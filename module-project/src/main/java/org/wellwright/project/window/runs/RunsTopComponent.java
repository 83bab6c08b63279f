package org.wellwright.project.window.runs;

import java.awt.BorderLayout;
import java.time.ZoneId;
import java.util.List;
import javax.swing.BorderFactory;
import javax.swing.JLabel;
import javax.swing.JPanel;
import javax.swing.JScrollPane;
import javax.swing.JSplitPane;
import javax.swing.JTable;
import javax.swing.JTextArea;
import javax.swing.ListSelectionModel;
import javax.swing.SwingConstants;
import javax.swing.SwingUtilities;
import javax.swing.table.AbstractTableModel;
import org.openide.awt.ActionID;
import org.openide.awt.ActionReference;
import org.openide.util.Lookup;
import org.openide.util.LookupListener;
import org.openide.util.NbBundle.Messages;
import org.openide.util.RequestProcessor;
import org.openide.windows.TopComponent;
import org.wellwright.project.ProjectSession;
import org.wellwright.project.run.RunHistory;
import org.wellwright.project.window.session.SessionWindow;
import org.wellwright.solver.WellwrightException;

/** The run history of the selected project: what was calculated when, from which values, and how to do it again. */
@TopComponent.Description(preferredID = RunsTopComponent.ID, persistenceType = TopComponent.PERSISTENCE_ALWAYS)
@TopComponent.Registration(mode = "wellwright-tables", openAtStartup = true, position = 400)
@TopComponent.OpenActionRegistration(displayName = "#CTL_RunsWindow", preferredID = RunsTopComponent.ID)
@ActionID(category = "Window", id = "org.wellwright.project.window.runs.RunsTopComponent")
@ActionReference(path = "Menu/Window", position = 150)
@Messages({
    "CTL_RunsWindow=Runs",
    "HINT_RunsWindow=Accepted fits of the selected project, and how to make them again",
    "MSG_RunsMissing=<html><div style=''text-align:center; width:300px''><b>No project is open</b><br><br>Open or create a project from the File menu; its run history is listed here.</div>",
    "MSG_NoRuns=No runs yet: an accepted fit of a saved project is written here.",
    "MSG_RunsUnsaved=The history stands beside the project''s file: save the project first.",
    "# {0} - number",
    "MSG_RunsCounted={0} runs, latest first"
})
public final class RunsTopComponent extends SessionWindow {
    static final String ID = "RunsTopComponent";
    private static final long serialVersionUID = 1L;
    private static final RequestProcessor READER = new RequestProcessor("runs", 1);
    private static final String[] COLUMNS = {"When", "Kind", "Model", "χ²/ν", "Program, solver", "Input"};

    private final JTable table = new JTable();
    private final JTextArea detail = new JTextArea();
    private final JLabel message = new JLabel(" ");
    private final transient LookupListener grown = event -> SwingUtilities.invokeLater(this::read);
    private transient Lookup.Result<AcceptedFits.Added> history;
    private transient List<RunsViewModel.Row> rows = List.of();
    private transient String shownFor = "";

    /** Made by the window system. */
    public RunsTopComponent() {
        setName(Bundle.CTL_RunsWindow());
        setDisplayName(Bundle.CTL_RunsWindow());
        setToolTipText(Bundle.HINT_RunsWindow());
        table.setName("runs.table");
        table.getAccessibleContext().setAccessibleName(Bundle.CTL_RunsWindow());
        table.setModel(new Model());
        table.setSelectionMode(ListSelectionModel.SINGLE_SELECTION);
        table.setFillsViewportHeight(true);
        table.setRowHeight(table.getFontMetrics(table.getFont()).getHeight() + 6);
        table.getTableHeader().setReorderingAllowed(false);
        table.getSelectionModel().addListSelectionListener(event -> showDetail());
        detail.setName("runs.detail");
        detail.getAccessibleContext().setAccessibleName("Result");
        detail.setEditable(false);
        detail.setLineWrap(true);
        JSplitPane split = new JSplitPane(JSplitPane.HORIZONTAL_SPLIT, new JScrollPane(table), new JScrollPane(detail));
        split.setResizeWeight(0.65);
        split.setBorder(BorderFactory.createEmptyBorder());
        message.setName("runs.message");
        message.setBorder(BorderFactory.createEmptyBorder(2, 8, 4, 8));
        JPanel content = new JPanel(new BorderLayout());
        content.add(split, BorderLayout.CENTER);
        content.add(message, BorderLayout.SOUTH);
        install(content, new JLabel(Bundle.MSG_RunsMissing(), SwingConstants.CENTER));
    }

    @Override
    protected void selected(ProjectSession selected) {
        if (history != null) {
            history.removeLookupListener(grown);
        }
        history = selected == null ? null : selected.getLookup().lookupResult(AcceptedFits.Added.class);
        if (history != null) {
            history.addLookupListener(grown);
            history.allInstances();
        }
        shownFor = "";
    }

    @Override
    protected void show(ProjectSession selected) {
        String now = selected.project().digest() + selected.file();
        if (!now.equals(shownFor)) {
            shownFor = now;
            read();
        }
    }

    private void read() {
        ProjectSession session = session();
        if (session == null) {
            return;
        }
        if (session.file().isEmpty()) {
            fill(new RunsViewModel(List.of(), ""), Bundle.MSG_RunsUnsaved());
            return;
        }
        String digest = session.project().digest();
        READER.post(() -> {
            RunsViewModel model;
            try {
                model = RunsViewModel.of(
                        RunHistory.of(session.file().orElseThrow()).read(), digest, ZoneId.systemDefault());
            } catch (WellwrightException e) {
                model = new RunsViewModel(List.of(), e.problem().sentence());
            }
            RunsViewModel read = model;
            SwingUtilities.invokeLater(() -> {
                if (session == session()) {
                    fill(
                            read,
                            read.rows().isEmpty()
                                    ? Bundle.MSG_NoRuns()
                                    : Bundle.MSG_RunsCounted(read.rows().size()));
                }
            });
        });
    }

    private void fill(RunsViewModel model, String hint) {
        int selected = table.getSelectedRow();
        rows = model.rows();
        ((AbstractTableModel) table.getModel()).fireTableDataChanged();
        if (!rows.isEmpty()) {
            int row = Math.max(0, Math.min(selected, rows.size() - 1));
            table.setRowSelectionInterval(row, row);
        }
        message.setText(model.message().isEmpty() ? hint : model.message());
        showDetail();
    }

    private void showDetail() {
        int row = table.getSelectedRow();
        detail.setText(
                row < 0 || row >= rows.size()
                        ? ""
                        : rows.get(row).command() + "\n\n" + rows.get(row).result());
        detail.setCaretPosition(0);
    }

    private final class Model extends AbstractTableModel {
        private static final long serialVersionUID = 1L;

        @Override
        public int getRowCount() {
            return rows == null ? 0 : rows.size();
        }

        @Override
        public int getColumnCount() {
            return COLUMNS.length;
        }

        @Override
        public String getColumnName(int column) {
            return COLUMNS[column];
        }

        @Override
        public Object getValueAt(int row, int column) {
            RunsViewModel.Row run = rows.get(row);
            return switch (column) {
                case 0 -> run.time();
                case 1 -> run.kind();
                case 2 -> run.model();
                case 3 -> run.quality();
                case 4 -> run.program();
                default -> run.input();
            };
        }
    }

    @Override
    protected String preferredID() {
        return ID;
    }
}
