/** Fits a model of the selected project: choose and run on the left, inspect on the right, then accept or discard. */
@TopComponent.Description(preferredID = FitTopComponent.ID, persistenceType = TopComponent.PERSISTENCE_ALWAYS)
@TopComponent.Registration(mode = "wellwright-tables", openAtStartup = true, position = 300)
@TopComponent.OpenActionRegistration(displayName = "#CTL_FitWindow", preferredID = FitTopComponent.ID)
@ActionID(category = "Window", id = "org.wellwright.editor.fit.FitTopComponent")
@ActionReference(path = "Menu/Window", position = 140)
@Messages({
    "CTL_FitWindow=Fit",
    "HINT_FitWindow=Fit a model to the measured data, look at the result, accept or discard it",
    "MSG_FitMissing=No project is open",
    "MSG_FitRemedy=Open or create a project from the File menu; its models are fitted to its data here.",
    "MSG_FitNoModel=No model yet",
    "MSG_FitNoModelRemedy=Add a model in the Models window, and measured data; then fit it here.",
    "MSG_FitIdle=No fit yet",
    "MSG_FitIdleRemedy=Choose a model and press Run. Nothing changes in the project until you accept the result.",
    "MSG_FitRunning=The fit is running",
    "MSG_FitRunningRemedy=The result will appear here. You can go on working; a fit of values that changed meanwhile cannot be accepted.",
    "MSG_FitFailed=No result",
    "LBL_FitModel=Model",
    "LBL_FitRun=Run",
    "HINT_FitRun=Fit the free parameters of this model to the data in use",
    "LBL_FitCancel=Cancel",
    "HINT_FitCancel=Stop the fit; nothing is changed",
    "LBL_FitAccept=Accept",
    "HINT_FitAccept=Put the fitted values into the project; one undo takes them back",
    "LBL_FitDiscard=Discard",
    "HINT_FitDiscard=Forget this result",
    "TAB_FitParameters=Parameters",
    "TAB_FitResiduals=Residuals",
    "TAB_FitCorrelations=Correlations",
    "TAB_FitRemarks=Remarks",
    "# {0} - number of remarks",
    "TAB_FitRemarksCounted=Remarks ({0})",
    "MSG_FitOutdated=The project has changed since this fit was started: run it again to accept it.",
    "# {0} - model",
    "PRG_Fit=Fitting {0}"
})
public final class FitTopComponent extends SessionWindow {
    static final String ID = "FitTopComponent";
    private static final long serialVersionUID = 1L;
    private static final RequestProcessor WORKER = new RequestProcessor("fits", 2, true);

    private final JComboBox<String> models = new JComboBox<>();
    private final JButton run = new JButton(Bundle.LBL_FitRun(), Glyph.RUN);
    private final JButton cancel = new JButton(Bundle.LBL_FitCancel(), Glyph.STOP);
    private final JButton accept = new JButton(Bundle.LBL_FitAccept());
    private final JButton discard = new JButton(Bundle.LBL_FitDiscard());
    private final JProgressBar progress = new JProgressBar(0, 1000);
    private final JLabel doing = new JLabel(" ");
    private final JLabel quality = new JLabel(" ");
    private final ProblemLine line = new ProblemLine("fit.message");
    private final CardLayout cards = new CardLayout();
    private final JPanel deck = new JPanel(cards);
    private final JTabbedPane tabs = new JTabbedPane();
    private final JList<String> remarks = new JList<>();
    private final transient Grid<FitViewModel.ParameterRow> parameters;
    private final transient Grid<FitViewModel.DatumRow> residuals;
    private final transient Grid<FitViewModel.CorrelationRow> correlations;
    private final transient Map<ProjectSession, FitController> controllers = new HashMap<>();
    private transient FitController controller;
    private EmptyState failure = new EmptyState("", "");
    private boolean filling;

    /** Made by the window system. */
    public FitTopComponent() {
        setName(Bundle.CTL_FitWindow());
        setDisplayName(Bundle.CTL_FitWindow());
        setToolTipText(Bundle.HINT_FitWindow());
        parameters = new Grid<>("fit.parameters", Bundle.TAB_FitParameters(), parameterColumns(), line);
        residuals = new Grid<>("fit.residuals", Bundle.TAB_FitResiduals(), residualColumns(), line);
        correlations = new Grid<>("fit.correlations", Bundle.TAB_FitCorrelations(), correlationColumns(), line);
        button(run, "fit.run", Bundle.HINT_FitRun(), () -> controller.run((String) models.getSelectedItem()));
        button(cancel, "fit.cancel", Bundle.HINT_FitCancel(), () -> controller.cancel());
        button(accept, "fit.accept", Bundle.HINT_FitAccept(), () -> line.say(controller.accept()));
        button(discard, "fit.discard", Bundle.HINT_FitDiscard(), () -> controller.discard());
        models.setName("fit.model");
        models.addActionListener(event -> {
            if (!filling) {
                selectModel();
            }
        });
        progress.setName("fit.progress");
        progress.getAccessibleContext().setAccessibleName(Bundle.CTL_FitWindow());
        doing.setName("fit.doing");
        quality.setName("fit.quality");
        JPanel content = new JPanel(new BorderLayout());
        content.add(side(), BorderLayout.LINE_START);
        content.add(results(), BorderLayout.CENTER);
        line.setBorder(BorderFactory.createEmptyBorder(2, 8, 4, 8));
        content.add(line, BorderLayout.SOUTH);
        install(content, new EmptyState(Bundle.MSG_FitMissing(), Bundle.MSG_FitRemedy()));
    }

    private JComponent side() {
        Form form = new Form();
        form.field(Bundle.LBL_FitModel(), models);
        form.wide(pair(run, cancel));
        form.wide(progress);
        form.wide(doing);
        form.wide(quality);
        form.wide(pair(accept, discard));
        form.end();
        JScrollPane scroll = new JScrollPane(form);
        scroll.setBorder(BorderFactory.createMatteBorder(0, 0, 0, 1, UIManager.getColor("Separator.foreground")));
        scroll.setHorizontalScrollBarPolicy(JScrollPane.HORIZONTAL_SCROLLBAR_NEVER);
        scroll.setPreferredSize(new Dimension(250, 200));
        return scroll;
    }

    private static JPanel pair(JButton one, JButton other) {
        JPanel pair = new JPanel(new GridLayout(1, 2, 6, 0));
        pair.add(one);
        pair.add(other);
        return pair;
    }

    private JComponent results() {
        remarks.setName("fit.remarks");
        remarks.getAccessibleContext().setAccessibleName(Bundle.TAB_FitRemarks());
        tabs.setName("fit.tabs");
        tabs.addTab(Bundle.TAB_FitParameters(), new JScrollPane(parameters));
        tabs.addTab(Bundle.TAB_FitResiduals(), new JScrollPane(residuals));
        tabs.addTab(Bundle.TAB_FitCorrelations(), new JScrollPane(correlations));
        tabs.addTab(Bundle.TAB_FitRemarks(), new JScrollPane(remarks));
        deck.add(new EmptyState(Bundle.MSG_FitNoModel(), Bundle.MSG_FitNoModelRemedy()), "none");
        deck.add(new EmptyState(Bundle.MSG_FitIdle(), Bundle.MSG_FitIdleRemedy()), FitViewModel.State.IDLE.name());
        deck.add(
                new EmptyState(Bundle.MSG_FitRunning(), Bundle.MSG_FitRunningRemedy()),
                FitViewModel.State.RUNNING.name());
        deck.add(failure, FitViewModel.State.FAILED.name());
        deck.add(tabs, FitViewModel.State.DONE.name());
        return deck;
    }

    private static void button(JButton button, String name, String hint, Runnable code) {
        button.setName(name);
        button.setToolTipText(hint);
        button.addActionListener(event -> code.run());
    }

    private static List<GridColumn<FitViewModel.ParameterRow>> parameterColumns() {
        return List.of(
                GridColumn.shown("Parameter", "", Kind.TEXT, "error of calibration", FitViewModel.ParameterRow::name),
                GridColumn.shown(
                        "Before",
                        "Its value in the project",
                        Kind.NUMBER,
                        "0.1234567890",
                        FitViewModel.ParameterRow::before),
                GridColumn.shown(
                        "Fitted",
                        "Its value with the standard uncertainty of its last digits",
                        Kind.NUMBER,
                        "0.1234567890(12)",
                        FitViewModel.ParameterRow::after),
                GridColumn.shown("Unit", "", Kind.TEXT, "cm^-1 angstrom", FitViewModel.ParameterRow::unit),
                GridColumn.shown(
                        "Moved by",
                        "The change, in standard uncertainties where there are any",
                        Kind.NUMBER,
                        "+12.3 σ 00",
                        FitViewModel.ParameterRow::change),
                GridColumn.shown("Note", "", Kind.TEXT, "not determined by the data", FitViewModel.ParameterRow::note));
    }

    private static List<GridColumn<FitViewModel.DatumRow>> residualColumns() {
        return List.of(
                GridColumn.shown("Levels", "", Kind.TEXT, "v=1 J=12 - v=0 J=11", FitViewModel.DatumRow::levels),
                GridColumn.shown("Quantity", "", Kind.TEXT, "vacuum wavelength", FitViewModel.DatumRow::quantity),
                GridColumn.shown("Measured", "", Kind.NUMBER, "16956.17025", FitViewModel.DatumRow::measured),
                GridColumn.shown(
                        "Fitted",
                        "What the fitted model says, shared errors included",
                        Kind.NUMBER,
                        "16956.17025(12)",
                        FitViewModel.DatumRow::predicted),
                GridColumn.shown("Unit", "", Kind.TEXT, "GeV/c^2", FitViewModel.DatumRow::unit),
                GridColumn.shown(
                                "Residual / σ",
                                "(measured − fitted)/σ",
                                Kind.NUMBER,
                                "+12.34 00",
                                FitViewModel.DatumRow::residual)
                        .withProblem(row -> row.far() ? "more than 3 σ away" : ""),
                GridColumn.shown("Remark", "", Kind.TEXT, "not used, or the like", FitViewModel.DatumRow::problem));
    }

    private static List<GridColumn<FitViewModel.CorrelationRow>> correlationColumns() {
        return List.of(
                GridColumn.shown(
                        "Parameter", "", Kind.TEXT, "error of calibration", FitViewModel.CorrelationRow::first),
                GridColumn.shown("with", "", Kind.TEXT, "error of calibration", FitViewModel.CorrelationRow::second),
                GridColumn.shown("Correlation", "−1 to 1", Kind.NUMBER, "+0.123", FitViewModel.CorrelationRow::value));
    }

    @Override
    protected void selected(ProjectSession selected) {
        controllers
                .keySet()
                .retainAll(Lookup.getDefault().lookup(OpenProjects.class).sessions());
        controller = selected == null ? null : controllers.computeIfAbsent(selected, this::controllerOf);
        line.say(Optional.empty());
    }

    private FitController controllerOf(ProjectSession of) {
        return new FitController(
                of,
                Lookup.getDefault().lookup(FitService.class),
                WORKER,
                SwingUtilities::invokeLater,
                model -> showFit(of, model),
                new StatusLine());
    }

    @Override
    protected void show(ProjectSession selected) {
        ModelDocument document = selected.project().document();
        List<String> names = document.models().stream().map(Model::name).toList();
        filling = true;
        DefaultComboBoxModel<String> old = (DefaultComboBoxModel<String>) models.getModel();
        boolean same = old.getSize() == names.size();
        for (int i = 0; same && i < names.size(); i++) {
            same = names.get(i).equals(old.getElementAt(i));
        }
        if (!same) {
            Object chosen = models.getSelectedItem();
            models.setModel(new DefaultComboBoxModel<>(names.toArray(new String[0])));
            if (names.contains(chosen)) {
                models.setSelectedItem(chosen);
            }
        }
        if (names.contains(selection().model())) {
            models.setSelectedItem(selection().model());
        }
        filling = false;
        showFit(selected, controller.shown());
    }

    private void selectModel() {
        if (models.getSelectedItem() != null) {
            pickModel((String) models.getSelectedItem());
        }
    }

    @Override
    protected void picked(FigureSelection selection) {
        if (!selection.model().equals(models.getSelectedItem())) {
            filling = true;
            models.setSelectedItem(selection.model());
            filling = false;
        }
    }

    private void showFit(ProjectSession of, FitViewModel fit) {
        if (of != session()) {
            return;
        }
        boolean running = fit.state() == FitViewModel.State.RUNNING;
        boolean done = fit.state() == FitViewModel.State.DONE;
        boolean any = models.getItemCount() > 0;
        run.setEnabled(any && !running);
        cancel.setEnabled(running);
        models.setEnabled(any && !running);
        boolean outdated = done && controller.outdated();
        accept.setEnabled(done && !outdated);
        discard.setEnabled(done);
        progress.setVisible(running);
        progress.setValue((int) (1000 * fit.fraction()));
        doing.setText(fit.doing().isEmpty() ? " " : fit.doing());
        quality.setText("<html>" + String.join("<br>", fit.quality()));
        if (fit.state() == FitViewModel.State.FAILED) {
            deck.remove(failure);
            failure = new EmptyState(Bundle.MSG_FitFailed(), fit.problem().sentence());
            failure.setName("fit.failure");
            deck.add(failure, FitViewModel.State.FAILED.name());
        }
        parameters.setRows(fit.parameters());
        residuals.setRows(fit.residuals());
        correlations.setRows(fit.correlations());
        remarks.setListData(fit.remarks().toArray(new String[0]));
        tabs.setTitleAt(
                3,
                fit.remarks().isEmpty()
                        ? Bundle.TAB_FitRemarks()
                        : Bundle.TAB_FitRemarksCounted(fit.remarks().size()));
        line.setHint(outdated ? Bundle.MSG_FitOutdated() : "");
        cards.show(deck, !any ? "none" : fit.state().name());
    }

    /** Shows a running fit in the platform's status line, with a button that cancels it. */
    private static final class StatusLine implements FitController.FitWatcher {
        private ProgressHandle handle;
        private int done;

        @Override
        public void started(String model, Runnable stop) {
            done = 0;
            handle = ProgressHandle.createHandle(Bundle.PRG_Fit(model), () -> {
                stop.run();
                return true;
            });
            handle.start(1000);
        }

        @Override
        public void progress(double fraction, String what) {
            // The platform's bar cannot go back.
            done = Math.max(done, Math.min(1000, (int) (1000 * fraction)));
            handle.progress(what, done);
        }

        @Override
        public void ended() {
            handle.finish();
        }

        @Override
        public void accepted(ProjectSession session, String digest, FitResult result) {
            FitRecorder recorder = Lookup.getDefault().lookup(FitRecorder.class);
            if (recorder != null) {
                recorder.accepted(session, digest, result);
            }
        }
    }

    @Override
    protected String preferredID() {
        return ID;
    }
}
● ● ● ●
Print each line, starting with the one that contains "handle.progress(what, done);" and ending with the last line of the data, exactly as it stands and with no other lines.

» **Answer to the problem**:
            handle.progress(what, done);
        }

        @Override
        public void ended() {
            handle.finish();
        }

        @Override
        public void accepted(ProjectSession session, String digest, FitResult result) {
            FitRecorder recorder = Lookup.getDefault().lookup(FitRecorder.class);
            if (recorder != null) {
                recorder.accepted(session, digest, result);
            }
        }
    }

    @Override
    protected String preferredID() {
        return ID;
    }
}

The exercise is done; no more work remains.